Officers of a Company can be Personally Liable for the Company’s Failure to Collect or Remit Sales Taxes

Under most state tax laws, the tax authority of the state has the option to pursue collection of unpaid sales taxes against any individual who has the authority within a company for the collection and remittance of the tax.  These so called “corporate officer liability” statutes have been in existence for many years but, for the most part, were rarely enforced.  Most states have re-labeled these statutes as “responsible party” statues to make it clear that owners and others can be personally liable even if they are not officers of the company.

Generally, states use “responsible party” laws to impose personal liability on individuals only if they cannot collect from the company itself.  The most frequent cases involve insolvency or dissolution of the company before all sales taxes are paid.  With many states now experiencing revenue shortfalls, some state tax authorities are now aggressively pursuing responsible parties when they cannot collect from the company.  This issue is also more important today because the Internet has raised some difficult questions on when sales taxes must be collected for Internet sales.

A recent Tax Appeals case in New York demonstrates this problem of responsible-person liability very well.   New York Tax Law states that “every person required  to  collect any [sales] tax  imposed by this article shall be personally liable for the tax imposed, collected or required to be collected.” Thus, liability may include not only those taxes actually collected, but also those taxes the company was obligated to collect but did not.  In other words, the requirement to remit sales tax applies whether or not the tax was ever collected.  Moreover, a responsible party is anyone with a duty to act, not just the person who was assigned the responsibility to remit the taxes.

According to the New York Tax Regulations, this question of “duty to act” is to be resolved “in every case on the particular facts involved.” The regulation further states that “[g]enerally, a person who is authorized to sign a corporation’s tax returns or who is responsible for maintaining the corporate books, or who is responsible for the corporation’s management, is under a duty to act.”  A 1990 New York Tax Appeals case established that identifying the person under a duty to act requires an inquiry into “whether the individual had or could have had sufficient authority and control over the affairs of the business to be considered a responsible officer or employee.”   The following factors were found relevant in the sales and use tax area: the individual’s status as an officer, director, or shareholder; the individual’s authorization to write checks on behalf of the corporation; the individual’s knowledge of and control over the financial affairs of the corporation; the individual’s authorization to hire and fire employees; whether the individual signed tax returns for the corporation; and the individual’s economic interests in the corporation.

In the recent New York Tax Appeals case, petitioner was the CEO, a director and a shareholder of a public company.

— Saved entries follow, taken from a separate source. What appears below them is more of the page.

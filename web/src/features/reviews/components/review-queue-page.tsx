import {
  Button,
  Link,
  Tab,
  Table,
  TableBody,
  TableCell,
  TableHead,
  TableRow,
  Tabs,
  Typography,
} from '@mui/material';
import {
  labelOf,
  outcomeLabels,
  type ReviewQueueItem,
  reviewStatusLabels,
  rhythmLabels,
} from '@upstroke/contracts';
import { useDisplayFormat } from '../../../hooks/use-display-format';
import { useState } from 'react';
import { Link as RouterLink } from 'react-router-dom';
import { EmptyState, ErrorState, Loading, PageHeader } from '../../../components/ui/states';
import { type QueueStatus, useReviewQueue } from '../api/get-review-queue';
import { ReviewDialog } from './review-dialog';

const tabs: [QueueStatus, string][] = [
  ['awaiting', 'Awaiting review'],
  ['needs-follow-up', 'Needs follow-up'],
  ['reviewed', 'Reviewed'],
];

/** Signed records awaiting the committee, oldest first. */
export function ReviewQueuePage() {
  const [status, setStatus] = useState<QueueStatus>('awaiting');
  const [open, setOpen] = useState<ReviewQueueItem | null>(null);
  const queue = useReviewQueue(status);
  const { dateTime } = useDisplayFormat();
  return (
    <>
      <PageHeader title="Review queue" />
      <Tabs value={status} onChange={(_, v: QueueStatus) => setStatus(v)} aria-label="Queue">
        {tabs.map(([v, l]) => (
          <Tab key={v} value={v} label={l} />
        ))}
      </Tabs>
      {queue.isPending ? (
        <Loading label="Loading the queue…" />
      ) : queue.error ? (
        <ErrorState error={queue.error} onRetry={() => void queue.refetch()} />
      ) : queue.data.total === 0 ? (
        <EmptyState title="Nothing here">No signed records in this list.</EmptyState>
      ) : (
        <>
          <Typography sx={{ my: 1 }} aria-live="polite" data-testid="queue-count">
            {queue.data.total} records
          </Typography>
          <Table size="small" aria-label="Records to review">
            <TableHead>
              <TableRow>
                <TableCell>Arrest</TableCell>
                <TableCell>Site / unit</TableCell>
                <TableCell>First rhythm</TableCell>
                <TableCell>Outcome</TableCell>
                <TableCell>Last review</TableCell>
                <TableCell />
              </TableRow>
            </TableHead>
            <TableBody>
              {queue.data.items.map((i) => (
                <TableRow key={i.resuscitationId}>
                  <TableCell>
                    <Link component={RouterLink} to={`/debrief/${i.resuscitationId}`}>
                      {dateTime(i.arrestAt)}
                    </Link>
                  </TableCell>
                  <TableCell>{[i.siteName, i.unitName].filter(Boolean).join(' / ')}</TableCell>
                  <TableCell>{labelOf(rhythmLabels, i.firstRhythm)}</TableCell>
                  <TableCell>{labelOf(outcomeLabels, i.outcome)}</TableCell>
                  <TableCell>
                    {i.status
                      ? `${reviewStatusLabels[i.status]}${i.lastComment ? `: ${i.lastComment}` : ''}`
                      : 'None yet'}
                  </TableCell>
                  <TableCell>
                    <Button sx={{ minHeight: 48 }} onClick={() => setOpen(i)}>
                      Review
                    </Button>
                  </TableCell>
                </TableRow>
              ))}
            </TableBody>
          </Table>
        </>
      )}
      {open ? <ReviewDialog item={open} onClose={() => setOpen(null)} /> : null}
    </>
  );
}
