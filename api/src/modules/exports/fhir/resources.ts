import type { Debrief, Waveform } from '@upstroke/contracts';
import type * as R4 from './r4';

/** LOINC 19891-1 "Carbon dioxide [Partial pressure] in Exhaled gas --at end expiration" (REFERENCE.md, LOINC, checked). */
export const LOINC_ETCO2 = '19891-1';
/** UCUM code for millimetres of mercury (REFERENCE.md, UCUM, checked). */
export const UCUM_MMHG = 'mm[Hg]';
export interface Ctx {
  d: Debrief;
  url: (key: string) => string;
  subject: R4.Reference;
  encounter: R4.Reference;
}

const UCUM = 'http://unitsofmeasure.org';
const etco2Code: R4.CodeableConcept = {
  coding: [
    {
      system: 'http://loinc.org',
      code: LOINC_ETCO2,
      display: 'Carbon dioxide [Partial pressure] in Exhaled gas --at end expiration',
    },
  ],
  text: 'EtCO2',
};
const iso = (arrestAt: string, sec: number) =>
  new Date(Date.parse(arrestAt) + sec * 1000).toISOString();

export function encounterOf(ctx: Ctx): R4.Encounter {
  const r = ctx.d.record;
  return {
    resourceType: 'Encounter',
    identifier: [{ system: 'urn:upstroke:resuscitation', value: r.id }],
    status: 'finished',
    // v3 ActCode IMP "inpatient encounter": in-hospital arrests (HL7 v3 ActCode; from memory).
    class: {
      system: 'http://terminology.hl7.org/CodeSystem/v3-ActCode',
      code: 'IMP',
      display: 'inpatient encounter',
    },
    subject: ctx.subject,
    period: { start: r.arrestAt, end: iso(r.arrestAt, ctx.d.measures.durationSec) },
    serviceProvider: { display: r.siteName },
    location:
      r.unitName || r.location
        ? [{ location: { display: [r.unitName, r.location].filter(Boolean).join(', ') } }]
        : undefined,
  };
}

/** One Procedure for CPR (SNOMED CT 89666000), from the first to the last compression. */
export function cprProcedure(ctx: Ctx): R4.Procedure | undefined {
  const intervals = ctx.d.measures.compressionIntervals ?? [];
  if (intervals.length === 0) return undefined;
  const a = ctx.d.record.arrestAt;
  return {
    resourceType: 'Procedure',
    status: 'completed',
    // SNOMED CT 89666000 "Cardiopulmonary resuscitation (procedure)" (REFERENCE.md: checked / memory).
    code: {
      coding: [
        {
          system: 'http://snomed.info/sct',
          code: '89666000',
          display: 'Cardiopulmonary resuscitation (procedure)',
        },
      ],
      text: 'CPR',
    },
    subject: ctx.subject,
    encounter: ctx.encounter,
    performedPeriod: {
      start: iso(a, intervals[0].startSec),
      end: iso(a, intervals[intervals.length - 1].endSec),
    },
  };
}

/** Every stored EtCO2 value (entered, streamed, imported); per-breath values travel in the waveform. */
export function etco2Observations(ctx: Ctx): [string, R4.Observation][] {
  const a = ctx.d.record.arrestAt;
  return ctx.d.etco2Series
    .filter((p) => p.source !== 'waveform')
    .map((p, i) => [
      `etco2/${i}`,
      {
        resourceType: 'Observation',
        status: 'final',
        code: etco2Code,
        subject: ctx.subject,
        encounter: ctx.encounter,
        effectiveDateTime: iso(a, p.tSec),
        valueQuantity: {
          value: Math.round(p.mmHg * 10) / 10,
          unit: 'mmHg',
          system: UCUM,
          code: UCUM_MMHG,
        },
        method: { text: `source: ${p.source}` },
      },
    ]);
}

/** The capnogram as SampledData in mmHg; `period` is milliseconds between samples (R4). */
export function waveformObservation(ctx: Ctx, w: Waveform, mmHg: Float64Array): R4.Observation {
  const data = Array.from(mmHg, (v) => (Math.round(v * 10) / 10).toString()).join(' ');
  return {
    resourceType: 'Observation',
    status: 'final',
    code: { ...etco2Code, text: 'CO2 waveform (capnogram)' },
    subject: ctx.subject,
    encounter: ctx.encounter,
    effectivePeriod: {
      start: w.startAt,
      end: new Date(Date.parse(w.startAt) + (mmHg.length / w.sampleRateHz) * 1000).toISOString(),
    },
    valueSampledData: {
      origin: { value: 0, unit: 'mmHg', system: UCUM, code: UCUM_MMHG },
      period: 1000 / w.sampleRateHz,
      dimensions: 1,
      data,
    },
  };
}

He acknowledged that he was responsible for the day-to-day management of the company but said he relied on the CFO and outside accountants to manage the financial affairs of the company. However, he had access to the company books and records and had the authority to write checks. He also had the authority to hire and fire employees. Based on these facts, he was held to be personally liable for payment of sales taxes owed by the company.

Some Practical Advice

  •        Make sure that all “trust fund” taxes (sales and use taxes and payroll withholding) are paid when due. This may seem obvious, but a business may end up with a large tax bill, including penalties, simply because it did not realize that a transaction was a taxable event.  The danger lies in a tax audit, where the tax authority may recharacterize a transaction or relationship as taxable, and this often occurs in the context of sales and use taxes or withholding taxes. For example, independent contractors may be recharacterized as employees, upon whose wages are due state and federal withholding, FICA, and FUTA.
  •        Consult with an experienced tax advisor to ensure that all relevant taxes are being collected and remitted properly.
  •       When entering into a new business venture, determine up front who will be responsible for collecting and remitting taxes. Do so in writing—in a shareholder or partnership agreement, corporate bylaws, or an employment agreement.
  •      Upon discovering a tax problem, take steps to rectify the problem in order to avoid personal liability and do so while the company is solvent.  The worst of all worlds is to ignore the problem, only to find years later that the company does not have enough money to cover past due taxes and penalties.
  • If faced with a responsible person questionnaire, give serious thought to how—and whether—to complete it. The tax department may have its eye on the statute of limitations and want to identify potential responsible parties early in the audit before any statute of limitation period expires. Once these people are identified, the department can ask for statutory waivers.  (In New York, the three-year statute of limitations for companies does not apply in the determination of the personal liability of responsible parties.)